Might have a job opportunity there. Rent looks cheap, we're a boring couple these days so as long as we can find a decent local that's fine.


----------



## zenie (May 22, 2008)

Cam I have your flat?  

(and it's parking!!)


----------



## Poi E (May 22, 2008)

All yours if we move. We would miss that place.


----------



## selamlar (May 22, 2008)

If you are a boring couple looking for a quiet country town, its fine.  Nice pubs, picturesque etc.


----------



## Poi E (May 22, 2008)

selamlar said:


> If you are a boring couple looking for a quiet country town, its fine.  Nice pubs, picturesque etc.



Tick tick tick. Partying days behind us. More time in the garden, please.


----------



## Donna Ferentes (May 22, 2008)

One of the most beautiful cricket grounds in the world.


----------



## selamlar (May 22, 2008)

Poi E said:


> Tick tick tick. Partying days behind us. More time in the garden, please.



Oh, before I forget.  Gets a bit floody on occassion.

Beautiful countryside etc.  

Am prejudiced against the fucking place cas I grew up not far from there, but can appreciate its good points now.


----------



## Stanley Edwards (May 22, 2008)

Haven't been for a fair few years, but I doubt it's changed much.

It's a nice little city surrounded by beautiful and interesting countryside. Great pubs. Can get a bit yobbish on Friday and Saturday nights like any provincial town, or city. Easy enough to avoid though. Picturesque center with canal and river Severn. Cricket to watch on lazy summer Sunday afternoons. Very 'old England' with contemporary convenience.

Malvern and the Malvern hills for a pleasant day trip. Herefordshire/Worcestershire borders has to be one of my favourite parts of England for countryside.

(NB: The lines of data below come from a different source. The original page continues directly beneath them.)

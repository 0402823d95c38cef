"""Small-signal behaviour of a constant-power load behind a line, seen in transients: eigenvalues, and stability on both sides of the limit.

Source Vs, r, L into C with load P: linearised L i' = -r i - v, C v' = i + (P/V^2) v. Sources: Middlebrook 1976; Emadi, Khaligh, Rivetta &
Williamson, IEEE Trans. Veh. Technol. 55(4), 2006; limit P* = (r C/L) Vs^2/(1 + r^2 C/L)^2 by eliminating V.
"""

from __future__ import annotations

import math

import numpy as np
import pytest

import polewise

# 270 V, 50 mohm, 50 uH, 200 uF: P kW → eigenvalue of the upper half plane, 1/s; P* = 14.2927164004 kW.
EIGENVALUES = [(5.0, -327.346008 + 9977.351182j), (10.0, -152.278037 + 9964.003587j), (20.0, 205.358965 + 9927.089693j)]


def disturbed(vs: float, r: float, l: float, c: float, p: float, kick: float, end: float) -> tuple[polewise.Result, float]:  # noqa: E741
    """A run that begins `kick` volts beside the operating point, and that point's voltage."""
    v = (vs + math.sqrt(vs * vs - 4 * r * p)) / 2
    system = polewise.from_text(
        f"""
        reference gnd
        supply: src --[{vs!r} V]-- gnd
        line: src --[r: {r!r} ohm]--[l: {l!r} H initially {p / v!r} A]-- bus
        bank: bus --[c: {c!r} F initially {v + kick!r} V]-- gnd
        load: bus --[{p!r} W above {vs / 3!r} V]-- gnd
        study ring {{
            start cold
            run for {end!r} s
            keep bus.v
        }}
        """
    )
    return system.run("ring", tolerance=1e-10), v


@pytest.mark.parametrize(("kw", "eigenvalue"), EIGENVALUES)
def test_eigenvalues_seen_in_a_small_disturbance(kw: float, eigenvalue: complex) -> None:
    result, v = disturbed(270.0, 0.05, 50e-6, 200e-6, kw * 1e3, 0.01, 3e-3)
    # a second-order linear response sampled every h obeys y[k+2] = a y[k+1] - b y[k]; its roots are e^(lambda h)
    h = 1e-4
    y = result.at("bus.v", h * np.arange(31)) - v
    (a, b), *_ = np.linalg.lstsq(np.column_stack([y[1:-1], -y[:-2]]), y[2:], rcond=None)
    found = np.log(np.roots([1, -a, b]).astype(complex)) / h
    upper = found[np.argmax(found.imag)]
    assert upper.real == pytest.approx(eigenvalue.real, abs=0.1)
    assert upper.imag == pytest.approx(eigenvalue.imag, abs=0.1)


# Vs, r, L, C, P*, V at P*, frequency: both rows published with these digits.
LIMITS = [
    (100.0, 0.1, 100e-6, 500e-6, 4535.14739229, 95.2380952381, 693.740313),
    (270.0, 0.05, 50e-6, 200e-6, 14292.7164004, 267.326732673, 1583.571689),
]


@pytest.mark.parametrize(("vs", "r", "l", "c", "limit", "v_limit", "f"), LIMITS)
def test_stability_limit_from_both_sides(vs: float, r: float, l: float, c: float, limit: float, v_limit: float, f: float) -> None:  # noqa: E741
    periods = 40
    for share in (0.97, 1.03):
        result, v = disturbed(vs, r, l, c, share * limit, 1e-3 * vs, periods / f)
        first = np.max(np.abs(result["bus.v"][result.time < 2 / f] - v))
        last = np.max(np.abs(result["bus.v"][result.time > (periods - 2) / f] - v))
        # real part of the eigenvalue: half the trace, (P/(C V^2) - r/L)/2
        growth = math.exp((share * limit / (c * v * v) - r / l) / 2 * (periods - 2) / f)
        assert (last / first > 1.0) == (share > 1.0)
        assert last / first == pytest.approx(growth, rel=0.05)
    # at the limit itself the ring neither grows nor dies, at the published frequency
    result, v = disturbed(vs, r, l, c, limit, 1e-4 * vs, 20 / f)
    assert v == pytest.approx(v_limit, rel=1e-10)
    y = result.at("bus.v", np.linspace(0, 20 / f, 4001)) - v
    upward = np.flatnonzero((y[:-1] < 0) & (y[1:] >= 0))
    crossings = (upward - y[upward] / (y[upward + 1] - y[upward])) * (20 / f / 4000)
    assert 1 / np.mean(np.diff(crossings)) == pytest.approx(f, rel=1e-5)
    assert np.max(np.abs(y[-400:])) == pytest.approx(np.max(np.abs(y[:400])), rel=5e-3)


def test_beyond_the_limit_a_kick_ends_in_a_limit_cycle_or_collapse_not_at_the_point() -> None:
    # 20 kW on the 270 V row has an operating point (266.2 V) that the transient must leave
    result, v = disturbed(270.0, 0.05, 50e-6, 200e-6, 20e3, 0.01, 60e-3)
    assert abs(result["bus.v"][0] - v) < 0.02
    assert np.max(np.abs(result["bus.v"][result.time > 50e-3] - v)) > 20
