"""Reference solutions of ordinary differential equations written by hand, integrated by scipy far below the tolerance that is tested."""

from __future__ import annotations

from collections.abc import Callable, Sequence

import numpy as np
from scipy.integrate import solve_ivp

Rates = Callable[[float, np.ndarray], Sequence[float]]


def integrate(
    stretches: Sequence[tuple[float, Rates]],
    start: Sequence[float],
    times: np.ndarray,
    *,
    method: str = "DOP853",
    rtol: float = 1e-12,
    scale: Sequence[float] | float = 1.0,
    max_step: float = np.inf,
) -> np.ndarray:
    """The solution at `times`, shape (states, times).

    Args:
        stretches: (end time, rates) one after the other from t = 0; a new stretch wherever something in the rates jumps.
        start: state at t = 0.
        times: ascending, from 0 to the last end; a time twice stands for just before and just after a jump, which a state does not see.
        scale: size of each state; absolute tolerance is rtol times this.
    """
    x, begin = np.asarray(start, dtype=float), 0.0
    found = np.empty((len(x), len(times)))
    for end, rates in stretches:
        inside = np.flatnonzero((times >= begin) & (times <= end))
        wanted = np.unique(np.append(times[inside], end))
        solution = solve_ivp(rates, (begin, end), x, method=method, rtol=rtol, atol=rtol * np.asarray(scale), t_eval=wanted, max_step=max_step)
        assert solution.success, solution.message
        found[:, inside] = solution.y[:, np.searchsorted(solution.t, times[inside])]
        x, begin = solution.y[:, -1], end
    return found


def relative_error(got: np.ndarray, wanted: np.ndarray) -> float:
    """Largest difference over the run, as a share of the quantity's largest size."""
    return float(np.max(np.abs(np.asarray(got) - wanted)) / np.max(np.abs(wanted)))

If I was ever going to move back to the UK away from London I would look seriously at this area. Convenient for Brum. Cheap and surrounded by beautiful countryside.


----------



## zenie (May 22, 2008)

Poi E said:


> All yours if we move. We would miss that place.


 



Spent a weekend there yet?


----------



## Poi E (May 22, 2008)

zenie said:


> Spent a weekend there yet?



Nah, but the job might be cool and it's close to Wales, which is a very good thing. Better check it out.


----------



## selamlar (May 22, 2008)

Trip to St Annes Well in Malvern while you are there.  One of my favorite places in the world.












http://www.hillsarts.co.uk/stannswell/index.html


----------



## boohoo (May 22, 2008)

Ask EastEnder... he'll know...

It's a pretty town and as long as you decide not to live on flat bits by rivers you should be fine.


----------



## Poi E (May 22, 2008)

Thanks all. Sounds alright for a boring fart like me. Might relax me and stop me getting into daft debates on U75.


----------



## StanSmith (May 25, 2008)

Its a lovely place, countryside and all that and if you like horse racing, cricket and Rugby it will be right up your street. Infact its about time I paid another visit which shouldnt be to hard because I only live about half hour up the road.


----------



## cybershot (May 25, 2008)

Donna Ferentes said:


> One of the most beautiful cricket grounds in the world.



When it's not under water.


----------



## Meltingpot (May 25, 2008)

Donna Ferentes said:


> One of the most beautiful cricket grounds in the world.



Yeah, I've got Ian Botham's autobiography and he loved his time playing there. I'm going back a few years now but I think the council's a bit right wing though; a relative of my dad's fiancee was a teacher in the area and he claimed he was stuck on the lowest pay scale to save money.


----------